Exercise
Copy out the data in full, keeping each line exactly as it reads.

Provided material
'''

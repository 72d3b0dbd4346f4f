"""A throwaway PostgreSQL server for the record tests: initdb + pg_ctl in a temporary
folder, on a free port of 127.0.0.1, run by an unprivileged user (the suite runs as root
in CI and PostgreSQL refuses to run as root).  One server per test session; each test
gets its own fresh database.
"""

from __future__ import annotations

import glob
import itertools
import os
import pwd
import shutil
import socket
import subprocess
import tempfile
from pathlib import Path

PG_USER = "reagentplan-pg"


def find_bin() -> Path | None:
    """Folder of initdb/pg_ctl: on PATH, else Debian's /usr/lib/postgresql/N/bin."""
    found = shutil.which("initdb")
    if found:
        return Path(found).parent
    candidates = sorted(glob.glob("/usr/lib/postgresql/*/bin/initdb"),
                        key=lambda p: int(Path(p).parts[-3]) if Path(p).parts[-3].isdigit() else 0)
    return Path(candidates[-1]).parent if candidates else None


def _free_port() -> int:
    with socket.socket() as s:
        s.bind(("127.0.0.1", 0))
        return s.getsockname()[1]


def _unprivileged_user() -> tuple[int, int] | None:
    """(uid, gid) to run the server as: ourselves unless root, else a system user made
    for it (created once with useradd)."""
    if os.geteuid() != 0:
        return None
    try:
        pw = pwd.getpwnam(PG_USER)
    except KeyError:
        subprocess.run(["useradd", "--system", "--no-create-home", "--shell", "/usr/sbin/nologin",
                        PG_USER], check=True, capture_output=True)
        pw = pwd.getpwnam(PG_USER)
    return pw.pw_uid, pw.pw_gid


class PgServer:
    """A running throwaway server; `url(name)` of a fresh database on it."""

    def __init__(self) -> None:
        self.bin = find_bin()
        if self.bin is None:
            raise RuntimeError("no PostgreSQL server binaries (initdb) on this machine")
        self.ids = _unprivileged_user()
        self.root = Path(tempfile.mkdtemp(prefix="reagentplan-pg-"))
        self.data = self.root / "data"
        self.port = _free_port()
        self.counter = itertools.count(1)
        if self.ids:
            os.chown(self.root, *self.ids)
        self._run([str(self.bin / "initdb"), "-D", str(self.data), "-U", "postgres", "-A", "trust",
                   "--no-sync", "-E", "UTF8"])
        opts = (f"-p {self.port} -c listen_addresses=127.0.0.1 -k {self.root} -c fsync=off "
                "-c full_page_writes=off -c synchronous_commit=off")
        self._run([str(self.bin / "pg_ctl"), "-D", str(self.data), "-o", opts, "-l",
                   str(self.root / "server.log"), "-w", "-t", "60", "start"])

    def _run(self, cmd: list[str]) -> None:
        def demote():  # runs in the child before exec: drop root for the server
            if self.ids:
                os.setgid(self.ids[1])
                os.setuid(self.ids[0])

        subprocess.run(cmd, check=True, capture_output=True, preexec_fn=demote, cwd=self.root)

    def admin_url(self) -> str:
        return f"postgresql+psycopg://postgres@127.0.0.1:{self.port}/postgres"

    def new_database(self) -> str:
        import psycopg

        name = f"rp_test_{next(self.counter)}"
        with psycopg.connect(f"host=127.0.0.1 port={self.port} user=postgres dbname=postgres",
                             autocommit=True) as conn:
            conn.execute(f'CREATE DATABASE "{name}"')
        return f"postgresql+psycopg://postgres@127.0.0.1:{self.port}/{name}"

    def stop(self) -> None:
        try:
            self._run([str(self.bin / "pg_ctl"), "-D", str(self.data), "-m", "immediate", "-w", "stop"])
        finally:
            shutil.rmtree(self.root, ignore_errors=True)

'''

Problem solution
repository 72d3b0dbd4346f4f
"""A throwaway PostgreSQL server for the record tests: initdb + pg_ctl in a temporary
folder, on a free port of 127.0.0.1, run by an unprivileged user (the suite runs as root
in CI and PostgreSQL refuses to run as root).  One server per test session; each test
gets its own fresh database.
"""

from __future__ import annotations

import glob
import itertools
import os
import pwd
import shutil
import socket
import subprocess
import tempfile
from pathlib import Path

PG_USER = "reagentplan-pg"


def find_bin() -> Path | None:
    """Folder of initdb/pg_ctl: on PATH, else Debian's /usr/lib/postgresql/N/bin."""
    found = shutil.which("initdb")
    if found:
        return Path(found).parent
    candidates = sorted(glob.glob("/usr/lib/postgresql/*/bin/initdb"),
                        key=lambda p: int(Path(p).parts[-3]) if Path(p).parts[-3].isdigit() else 0)
    return Path(candidates[-1]).parent if candidates else None


def _free_port() -> int:
    with socket.socket() as s:
        s.bind(("127.0.0.1", 0))
        return s.getsockname()[1]


def _unprivileged_user() -> tuple[int, int] | None:
    """(uid, gid) to run the server as: ourselves unless root, else a system user made
    for it (created once with useradd)."""
    if os.geteuid() != 0:
        return None
    try:
        pw = pwd.getpwnam(PG_USER)
    except KeyError:
        subprocess.run(["useradd", "--system", "--no-create-home", "--shell", "/usr/sbin/nologin",
                        PG_USER], check=True, capture_output=True)
        pw = pwd.getpwnam(PG_USER)
    return pw.pw_uid, pw.pw_gid


class PgServer:
    """A running throwaway server; `url(name)` of a fresh database on it."""

    def __init__(self) -> None:
        self.bin = find_bin()
        if self.bin is None:
            raise RuntimeError("no PostgreSQL server binaries (initdb) on this machine")
        self.ids = _unprivileged_user()
        self.root = Path(tempfile.mkdtemp(prefix="reagentplan-pg-"))
        self.data = self.root / "data"
        self.port = _free_port()
        self.counter = itertools.count(1)
        if self.ids:
            os.chown(self.root, *self.ids)
        self._run([str(self.bin / "initdb"), "-D", str(self.data), "-U", "postgres", "-A", "trust",
                   "--no-sync", "-E", "UTF8"])
        opts = (f"-p {self.port} -c listen_addresses=127.0.0.1 -k {self.root} -c fsync=off "
                "-c full_page_writes=off -c synchronous_commit=off")
        self._run([str(self.bin / "pg_ctl"), "-D", str(self.data), "-o", opts, "-l",
                   str(self.root / "server.log"), "-w", "-t", "60", "start"])

    def _run(self, cmd: list[str]) -> None:
        def demote():  # runs in the child before exec: drop root for the server
            if self.ids:
                os.setgid(self.ids[1])
                os.setuid(self.ids[0])

        subprocess.run(cmd, check=True, capture_output=True, preexec_fn=demote, cwd=self.root)

    def admin_url(self) -> str:
        return f"postgresql+psycopg://postgres@127.0.0.1:{self.port}/postgres"

    def new_database(self) -> str:
        import psycopg

        name = f"rp_test_{next(self.counter)}"
        with psycopg.connect(f"host=127.0.0.1 port={self.port} user=postgres dbname=postgres",
                             autocommit=True) as conn:
            conn.execute(f'CREATE DATABASE "{name}"')
        return f"postgresql+psycopg://postgres@127.0.0.1:{self.port}/{name}"

    def stop(self) -> None:
        try:
            self._run([str(self.bin / "pg_ctl"), "-D", str(self.data), "-m", "immediate", "-w", "stop"])
        finally:
            shutil.rmtree(self.root, ignore_errors=True)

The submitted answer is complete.